#### [What to produce]
Retype exactly the lines below, beginning with the first and ending with the line where "(a coface vertex" appears.

#### [Data in this exercise]
▶

"""Exact specialised alpha persistence against gudhi's exact alpha complex.

Reference: ``gudhi.AlphaComplex(points=P, precision='exact')`` (CGAL exact
Delaunay triangulation, exactly rounded squared-radius filtration values), the
alpha (Čech-nerve-equivalent) filtration of Edelsbrunner & Mücke, "Three-
dimensional alpha shapes", ACM Trans. Graphics 13(1), 1994: a simplex of the
Delaunay complex enters at its squared circumradius, or, when it is *attached*
(a coface vertex lies strictly inside its smallest circumsphere), at the
smallest value of its cofaces.

The reference diagram of dimension q is ``st.persistence_intervals_in_dimension(q)``
after ``st.compute_persistence(min_persistence=0)``, taken to radius units with
``sqrt``; rows with death <= birth are dropped on both sides and rows are sorted
lexicographically.  In 2D the diagrams of ``nullatlas.lookup.persistence.alpha2d`` must have
the same number of rows and be bit-identical (both sides take ``sqrt`` of the
same exactly rounded doubles); in 3D H0/H2 must match in count and to 1e-12
relative, the Euler and Betti-1 curves must equal those derived from gudhi's
diagrams, and the total H1 persistence must equal gudhi's to 1e-12 relative.

The utility kernels are checked against plain numpy definitions (stable
argsort, distinct rows) and, for the triangulator, against exact rational
arithmetic (``fractions.Fraction``).
"""
from __future__ import annotations

import math
from fractions import Fraction

import numpy as np
import pytest

gudhi = pytest.importorskip("gudhi")
from hypothesis import HealthCheck, given, settings  # noqa: E402
from hypothesis import strategies as st  # noqa: E402

from nullatlas.lookup.persistence.alpha2d import alpha_filtration_2d, alpha_pairs_2d, scipy_triangles_2d  # noqa: E402
from nullatlas.lookup.persistence.alpha3d import betti_euler_3d  # noqa: E402
from nullatlas.lookup.persistence.delaunay2d import delaunay_mesh  # noqa: E402
from nullatlas.lookup.persistence.pairing import radix_argsort  # noqa: E402
from nullatlas.lookup.persistence.pointsets import distinct_morton  # noqa: E402

RTOL = 1e-12
HYP = dict(deadline=None, derandomize=True, database=None,
           suppress_health_check=[HealthCheck.too_slow, HealthCheck.data_too_large])


# --------------------------------------------------------------------------------------
# reference helpers (numpy + gudhi only; nothing from the code under test)
# --------------------------------------------------------------------------------------


def lexsorted(p) -> np.ndarray:
    p = np.asarray(p, dtype=float).reshape(-1, 2)
    return p[np.lexsort((p[:, 1], p[:, 0]))]


def positive(p) -> np.ndarray:
    """Drop rows with death <= birth, sort lexicographically."""
    p = np.asarray(p, dtype=float).reshape(-1, 2)
    return lexsorted(p[p[:, 1] > p[:, 0]])


def gudhi_tree(P):
    stree = gudhi.AlphaComplex(points=np.asarray(P, dtype=float),
                               precision="exact").create_simplex_tree()
    stree.compute_persistence(min_persistence=0)
    return stree


def gudhi_diagrams(P, dims, stree=None):
    """sqrt of gudhi-exact intervals per dimension, zero-length dropped, sorted."""
    stree = gudhi_tree(P) if stree is None else stree
    out = []
    for q in dims:
        iv = np.asarray(stree.persistence_intervals_in_dimension(q), dtype=float)
        out.append(positive(np.sqrt(iv.reshape(-1, 2))))
    return out


def n_distinct(P) -> int:
    return len(np.unique(np.asarray(P, dtype=float).reshape(len(P), -1), axis=0))


def assert_same_diagram(ours, ref, exact=True, what=""):
    ours = positive(ours)
    ref = positive(ref)
    assert ours.shape == ref.shape, f"{what}: {len(ours)} pairs vs gudhi {len(ref)}"
    if len(ref) == 0:
        return
    # infinite entries must coincide; finite ones to 1e-12 relative
    assert np.array_equal(np.isinf(ours), np.isinf(ref)), what
    fin = np.isfinite(ref)
    assert np.allclose(ours[fin], ref[fin], rtol=RTOL, atol=0), \
        f"{what}: max rel err {np.max(np.abs(ours[fin] - ref[fin]) / np.maximum(np.abs(ref[fin]), 1e-300))}"
    if exact:
        assert np.array_equal(ours[fin], ref[fin]), f"{what}: not bit-identical"


def check_2d(P, exact=True, extra_paths=True):
    """fast, general (and general with scipy's triangulation) against gudhi exact."""
    P = np.asarray(P, dtype=float)
    ref = gudhi_diagrams(P, (0, 1))
    results = {"fast": alpha_pairs_2d(P, path="fast"),
               "auto": alpha_pairs_2d(P),
               "general": alpha_pairs_2d(P, path="general")}
    if extra_paths:
        results["scipy"] = alpha_pairs_2d(P, triangulate=scipy_triangles_2d)
    for name, (h0, h1) in results.items():
        # our H0 holds exactly one (0, inf) row, all births are 0
        assert np.count_nonzero(np.isinf(h0[:, 1])) == 1, name
        assert np.all(h0[:, 0] == 0.0), name
        assert np.all(h1[:, 1] > h1[:, 0]), f"{name}: zero-length H1 pair not dropped"
        assert_same_diagram(h0, ref[0], exact, f"{name} H0")
        assert_same_diagram(h1, ref[1], exact, f"{name} H1")
    # the paths agree with each other bit for bit
    for name in results:
        for q in (0, 1):
            assert np.array_equal(lexsorted(results[name][q]), lexsorted(results["fast"][q])), \
                f"{name} vs fast, H{q}"
    return results["fast"]


# --------------------------------------------------------------------------------------
# 2D inputs
# --------------------------------------------------------------------------------------


def uniform(n, seed, d=2):
    return np.random.default_rng(seed).random((n, d))


def thomas(seed, parents=6, mean_children=25, sigma=0.015):
    rng = np.random.default_rng(seed)
    par = rng.random((parents, 2))
    pts = [c + sigma * rng.standard_normal((rng.poisson(mean_children) + 1, 2)) for c in par]
    return np.vstack(pts)


def square_grid(k=9, h=0.1):
    i, j = np.meshgrid(np.arange(k), np.arange(k))
    return np.column_stack([i.ravel() * h, j.ravel() * h])


def hex_lattice(k=8, h=0.1):
    pts = [((i + 0.5 * (j % 2)) * h, j * h * math.sqrt(3) / 2) for j in range(k) for i in range(k)]
    return np.array(pts)


def circle_float(n=16):
    t = 2 * np.pi * np.arange(n) / n
    return np.column_stack([np.cos(t), np.sin(t)])


def circle_exact():
    """The 12 integer points of x^2 + y^2 = 25 (exactly co-circular), and the centre."""
    pts = {(5, 0), (-5, 0), (0, 5), (0, -5)}
    for a, b in ((3, 4), (4, 3)):
        for sa in (1, -1):
            for sb in (1, -1):
                pts.add((sa * a, sb * b))
    return np.array(sorted(pts), dtype=float)


CASES_2D = {
    "uniform5": lambda: uniform(5, 0),
    "uniform17": lambda: uniform(17, 1),
    "uniform60": lambda: uniform(60, 2),
    "uniform150": lambda: uniform(150, 3),
    "uniform300": lambda: uniform(300, 4),
    "thomas_a": lambda: thomas(5),
    "thomas_b": lambda: thomas(6, parents=3, mean_children=40, sigma=0.005),
    "grid9x9": lambda: square_grid(9, 0.1),
    "grid_offset1e6": lambda: square_grid(9, 0.1) + 1e6,
    "hex": lambda: hex_lattice(8, 0.1),
    "circle_float": lambda: circle_float(16),
    "circle_exact": circle_exact,
    "circle_exact_centre": lambda: np.vstack([circle_exact(), [[0.0, 0.0]]]),
    "uniform_offset1e6": lambda: uniform(80, 7) + 1e6,
    "integer_coords": lambda: np.random.default_rng(8).integers(0, 11, (70, 2)).astype(float),
    "integer_grid": lambda: square_grid(7, 1.0),
    "mixed_scale": lambda: np.vstack([uniform(30, 9) * 1e-3, uniform(30, 10) * 1e3]),
}


@pytest.mark.parametrize("name", sorted(CASES_2D))
def test_pairs_2d_equal_gudhi_exact(name):
    check_2d(CASES_2D[name]())


def test_grid_has_no_spurious_pairs():
    """On the 9x9 grid every unit square is co-circular: each square is one
    loop born at h/2 (its sides) and filled at h/sqrt(2) (its circumradius, also
    the value of the diagonal), 64 pairs, and no tiny pairs from the diagonals."""
    h = 0.1
    P = square_grid(9, h)
    h0, h1 = alpha_pairs_2d(P)
    assert len(h0) == 81
    assert len(h1) == 64
    assert np.allclose(h1[:, 0], h / 2, rtol=1e-12)
    assert np.allclose(h1[:, 1], h / math.sqrt(2), rtol=1e-12)
    ref0, ref1 = gudhi_diagrams(P, (0, 1))
    assert len(ref1) == 64 and len(ref0) == 81


def test_hex_lattice_h1():
    """Equilateral triangles are acute: each of the 2*7*7 triangles of the 8x8
    lattice is a loop born at h/2 and filled at its circumradius h/sqrt(3)."""
    h = 0.1
    h0, h1 = alpha_pairs_2d(hex_lattice(8, h))
    assert len(h1) == 98
    assert np.allclose(h1[:, 0], h / 2, rtol=1e-12)
    assert np.allclose(h1[:, 1], h / math.sqrt(3), rtol=1e-12)
    assert len(h0) == 64
    assert np.allclose(h0[:-1, 1], h / 2, rtol=1e-12)


def test_regular_polygon_one_loop():
    """16 points on the unit circle: one H1 pair (chord/2, ~1)."""
    n = 16
    h0, h1 = alpha_pairs_2d(circle_float(n))
    assert len(h1) == 1
    assert np.isclose(h1[0, 0], math.sin(math.pi / n), rtol=1e-12)
    assert np.isclose(h1[0, 1], 1.0, rtol=1e-12)
    assert np.allclose(h0[:-1, 1], math.sin(math.pi / n), rtol=1e-12)


COLLINEAR = {
    "horizontal": lambda: np.column_stack([np.random.default_rng(11).random(25), np.full(25, 0.3)]),
    "vertical": lambda: np.column_stack([np.full(20, -2.0), np.random.default_rng(12).random(20)]),
    "diagonal": lambda: np.repeat(np.random.default_rng(13).random(18)[:, None], 2, axis=1),
    "integer_slope": lambda: (np.random.default_rng(14).integers(-50, 50, 30)[:, None]
                              * np.array([[3.0, -1.0]])),
    "offset1e6": lambda: np.column_stack([1e6 + np.random.default_rng(15).random(15), np.full(15, 1e6)]),
    "two_points": lambda: np.array([[0.0, 0.0], [1.0, 2.0]]),
}


@pytest.mark.parametrize("name", sorted(COLLINEAR))
def test_collinear(name):
    P = COLLINEAR[name]()
    h0, h1 = check_2d(P, extra_paths=False)
    assert len(h1) == 0
    # H0 = half the gaps between consecutive distinct points along the line
    U = np.unique(P, axis=0)
    gaps = np.hypot(*np.diff(U, axis=0).T) / 2
    assert len(h0) == len(U)
    assert np.allclose(np.sort(h0[:-1, 1]), np.sort(gaps), rtol=1e-12, atol=0)
    assert h0[-1, 1] == np.inf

◀

#### [Task result]
"""Exact specialised alpha persistence against gudhi's exact alpha complex.

Reference: ``gudhi.AlphaComplex(points=P, precision='exact')`` (CGAL exact
Delaunay triangulation, exactly rounded squared-radius filtration values), the
alpha (Čech-nerve-equivalent) filtration of Edelsbrunner & Mücke, "Three-
dimensional alpha shapes", ACM Trans. Graphics 13(1), 1994: a simplex of the
Delaunay complex enters at its squared circumradius, or, when it is *attached*
(a coface vertex lies strictly inside its smallest circumsphere), at the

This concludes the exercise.